Given records below:

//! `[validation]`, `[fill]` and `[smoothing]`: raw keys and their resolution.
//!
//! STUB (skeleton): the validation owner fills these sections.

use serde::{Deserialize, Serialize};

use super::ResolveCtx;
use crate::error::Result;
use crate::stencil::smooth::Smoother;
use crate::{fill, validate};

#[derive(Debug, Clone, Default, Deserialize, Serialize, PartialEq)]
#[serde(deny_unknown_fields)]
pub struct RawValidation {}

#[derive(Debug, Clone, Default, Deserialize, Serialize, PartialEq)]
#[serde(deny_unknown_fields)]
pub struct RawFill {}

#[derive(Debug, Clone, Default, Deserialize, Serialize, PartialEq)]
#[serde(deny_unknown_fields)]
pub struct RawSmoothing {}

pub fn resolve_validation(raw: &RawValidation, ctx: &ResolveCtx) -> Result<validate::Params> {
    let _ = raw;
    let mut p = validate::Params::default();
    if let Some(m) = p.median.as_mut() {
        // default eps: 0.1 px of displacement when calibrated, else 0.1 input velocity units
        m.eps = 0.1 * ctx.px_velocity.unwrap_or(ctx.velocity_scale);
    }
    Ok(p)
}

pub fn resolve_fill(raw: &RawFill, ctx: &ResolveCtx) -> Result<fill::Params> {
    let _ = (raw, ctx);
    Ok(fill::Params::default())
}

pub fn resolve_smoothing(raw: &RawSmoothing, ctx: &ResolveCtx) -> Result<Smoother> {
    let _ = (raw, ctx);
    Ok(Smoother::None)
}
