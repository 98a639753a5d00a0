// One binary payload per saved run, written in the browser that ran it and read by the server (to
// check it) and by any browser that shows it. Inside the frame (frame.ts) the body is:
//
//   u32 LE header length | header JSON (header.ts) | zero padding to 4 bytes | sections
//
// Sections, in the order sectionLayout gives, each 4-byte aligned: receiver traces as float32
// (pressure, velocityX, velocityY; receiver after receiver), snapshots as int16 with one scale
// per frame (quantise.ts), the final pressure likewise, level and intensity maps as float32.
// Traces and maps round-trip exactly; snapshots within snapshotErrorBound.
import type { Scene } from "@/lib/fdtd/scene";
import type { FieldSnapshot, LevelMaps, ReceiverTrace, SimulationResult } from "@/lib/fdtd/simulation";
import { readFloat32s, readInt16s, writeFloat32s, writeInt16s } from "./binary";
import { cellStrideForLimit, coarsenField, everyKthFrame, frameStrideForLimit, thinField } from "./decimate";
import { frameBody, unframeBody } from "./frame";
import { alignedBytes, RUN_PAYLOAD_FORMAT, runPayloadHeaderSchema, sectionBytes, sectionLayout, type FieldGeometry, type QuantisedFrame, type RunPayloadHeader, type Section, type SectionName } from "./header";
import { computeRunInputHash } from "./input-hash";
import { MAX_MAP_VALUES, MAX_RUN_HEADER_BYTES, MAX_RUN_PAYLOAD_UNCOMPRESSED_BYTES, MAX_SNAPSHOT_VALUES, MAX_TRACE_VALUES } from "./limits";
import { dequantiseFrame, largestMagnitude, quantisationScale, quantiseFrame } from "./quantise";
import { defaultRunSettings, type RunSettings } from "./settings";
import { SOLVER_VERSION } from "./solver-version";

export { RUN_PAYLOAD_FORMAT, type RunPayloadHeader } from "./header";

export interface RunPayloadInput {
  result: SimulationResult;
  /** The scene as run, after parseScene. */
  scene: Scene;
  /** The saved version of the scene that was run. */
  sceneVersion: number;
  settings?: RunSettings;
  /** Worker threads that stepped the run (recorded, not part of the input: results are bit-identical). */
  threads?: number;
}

End of Given records.

■ **Instructions to follow**:
Each line in the data that holds the string "RawFill" should be found and copied.

■ **Result of the exercise**:
pub struct RawFill {}
pub fn resolve_fill(raw: &RawFill, ctx: &ResolveCtx) -> Result<fill::Params> {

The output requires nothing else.